- **Prompt**: Work through the records below and copy every line that includes "document".

Exercise inputs: Begin

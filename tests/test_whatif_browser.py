"""The meeting what-if in a real browser: costs typed into the report's fields, checked against a run.

The page (templates/whatif.html.j2) reprices the run's kept classification counts in JavaScript. The
reference is a second run of the same history, seed and mean run length (``block_days`` fixed) with
the typed costs (``run_history``): the
expected costs and the cheapest cutoff by expected cost must agree exactly (up to floating-point
rounding), the range and the share of seasons that save must equal the same statistics of that
run's first 1,000 seasons exactly, and lie within the sampling error of all its seasons: a sample
quantile of n = 1,000 draws lies between the population's quantiles at q -/+ 4 sqrt(q(1-q)/n)
(the binomial bound on order statistics, common practice; e.g. Conover 1999, Practical
Nonparametric Statistics, section 3.2, from memory), and a sample share within 4 standard errors.
"""

from __future__ import annotations

from pathlib import Path

import pytest
from typer.testing import CliRunner

from conftest import EXAMPLE_COSTS, scenario_toml
from realdata import seattle_rain
from simulator.account.whatif import SAMPLE
from simulator.cli import app
from simulator.inputs.history import history_from_frame
from simulator.inputs.scenario import scenario_from_text
from simulator.pricing.decision import OBJECTIVE_COLUMN, lowest, objective_cost
from simulator.run import run_history
from test_browser import _open, page  # noqa: F401  (the browser fixture)
from test_whatif_rules import check_against_run

REPLICATES, SEED = 2000, 5
TYPED = {"hit": 500, "false_alarm": 1200, "miss": 4000, "correct_negative": 100}


def _toml(costs, objective="mean") -> str:
    return scenario_toml(costs=costs, history={"path": "history.csv"},
                         decision={"objective": objective},
                         simulation={"replicates": REPLICATES, "seed": SEED, "reference": "always_act",
                                     "block_days": 5})


def _report(folder: Path, objective: str = "mean") -> Path:
    folder.mkdir(parents=True, exist_ok=True)
    seattle_rain().to_csv(folder / "history.csv", index=False)
    (folder / "scenario.toml").write_text(_toml(EXAMPLE_COSTS, objective), encoding="utf-8")
    result = CliRunner().invoke(app, ["run", str(folder / "scenario.toml"), "--out", str(folder / "out"),
                                      "--quiet", "--workers", "1"])
    assert result.exit_code == 0, result.output
    return folder / "out" / "report.html"


def _reference_run(costs, objective="mean"):
    scenario = scenario_from_text(_toml(costs, objective), label="scenario.toml")
    return run_history(scenario, history_from_frame(seattle_rain(), scenario, label="history.csv"))


def _type(page, costs) -> None:
    page.evaluate(f"""(() => {{
        const costs = {dict((k, str(v)) for k, v in costs.items())!r};
        for (const key of Object.keys(costs)) {{
            const field = document.getElementById('whatif-' + key);
            field.value = costs[key];
            field.dispatchEvent(new Event('input', {{bubbles: true}}));
        }}
    }})()""".replace("'", '"'))


def _read(page) -> dict:
    return page.evaluate("""(() => {
        const v = id => Number(document.getElementById(id).getAttribute('data-value'));
        const range = document.getElementById('whatif-range');
        return {cutoff: v('whatif-cutoff'), mean: v('whatif-mean'), saving: v('whatif-saving'),
                prob: v('whatif-prob'), p05: Number(range.getAttribute('data-p05')),
                p95: Number(range.getAttribute('data-p95')),
                text: document.getElementById('whatif-mean').textContent,
                error: document.getElementById('whatif-error').hidden ? '' :
                       document.getElementById('whatif-error').textContent};
    })()""")


def test_typed_costs_give_the_figures_of_a_run_with_those_costs(tmp_path, page):  # noqa: F811
    report = _report(tmp_path / "mean")
    other = _reference_run(TYPED)
    _open(page, report)
    _type(page, TYPED)
    shown = _read(page)
    assert shown["error"] == ""
    # exact: the expected costs and the cheapest cutoff by expected cost; the sample: exactly the
    # first 1,000 seasons of the run with these costs, and within its error of all the run's seasons
    check_against_run(shown, other, SAMPLE)

    # a typing slip: a plain message, the figures left as they were
    _type(page, {"miss": "4,000x"})
    slip = _read(page)
    assert "Miss" in slip["error"] and "not an amount" in slip["error"] and slip["mean"] == shown["mean"]
    _type(page, {"miss": "-2e13"})
    assert "not an amount" in _read(page)["error"]
    _type(page, {"miss": "4,000"})  # thousands commas are read
    assert _read(page)["error"] == "" and _read(page)["mean"] == shown["mean"]

    # reset: the scenario's costs and the run's own recommended cutoff
    page.evaluate("document.getElementById('whatif-reset').click()")
    back = _read(page)
    import json
    summary = json.loads((report.parent / "summary.json").read_text())
    assert back["cutoff"] == pytest.approx(summary["recommended_cutoff"], abs=1e-12)
    assert back["mean"] == pytest.approx(summary["strategies"]["model"]["mean"], rel=1e-12)
    assert page.evaluate("document.getElementById('whatif-miss').value") == str(EXAMPLE_COSTS["miss"])
    errors = [e for e in page.events if e.get("method") == "Runtime.exceptionThrown"
              or (e.get("method") == "Log.entryAdded" and e["params"]["entry"]["level"] == "error")]
    assert not errors, errors


@pytest.mark.parametrize("objective", ["p95", "shortfall10"])
def test_a_risk_objective_is_chosen_on_the_sample_as_the_run_would(objective, tmp_path, page):  # noqa: F811
    report = _report(tmp_path / objective, objective=objective)
    other = _reference_run(TYPED, objective=objective)
    _open(page, report)
    _type(page, TYPED)
    shown = _read(page)
    chosen = int(lowest(objective_cost(other.model_cost[:SAMPLE], objective)))  # the run's own rule, on the sample
    assert shown["cutoff"] == pytest.approx(float(other.cutoffs[chosen]), abs=1e-12)
    # near the run's choice on all its seasons: within 2% of the lowest (common practice, no source)
    column = other.table[OBJECTIVE_COLUMN[objective]].to_numpy()
    assert column[chosen] <= column.min() * 1.02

Exercise inputs: End

- **Reply**:
            const field = document.getElementById('whatif-' + key);
        const v = id => Number(document.getElementById(id).getAttribute('data-value'));
        const range = document.getElementById('whatif-range');
                text: document.getElementById('whatif-mean').textContent,
                error: document.getElementById('whatif-error').hidden ? '' :
                       document.getElementById('whatif-error').textContent};
    page.evaluate("document.getElementById('whatif-reset').click()")
    assert page.evaluate("document.getElementById('whatif-miss').value") == str(EXAMPLE_COSTS["miss"])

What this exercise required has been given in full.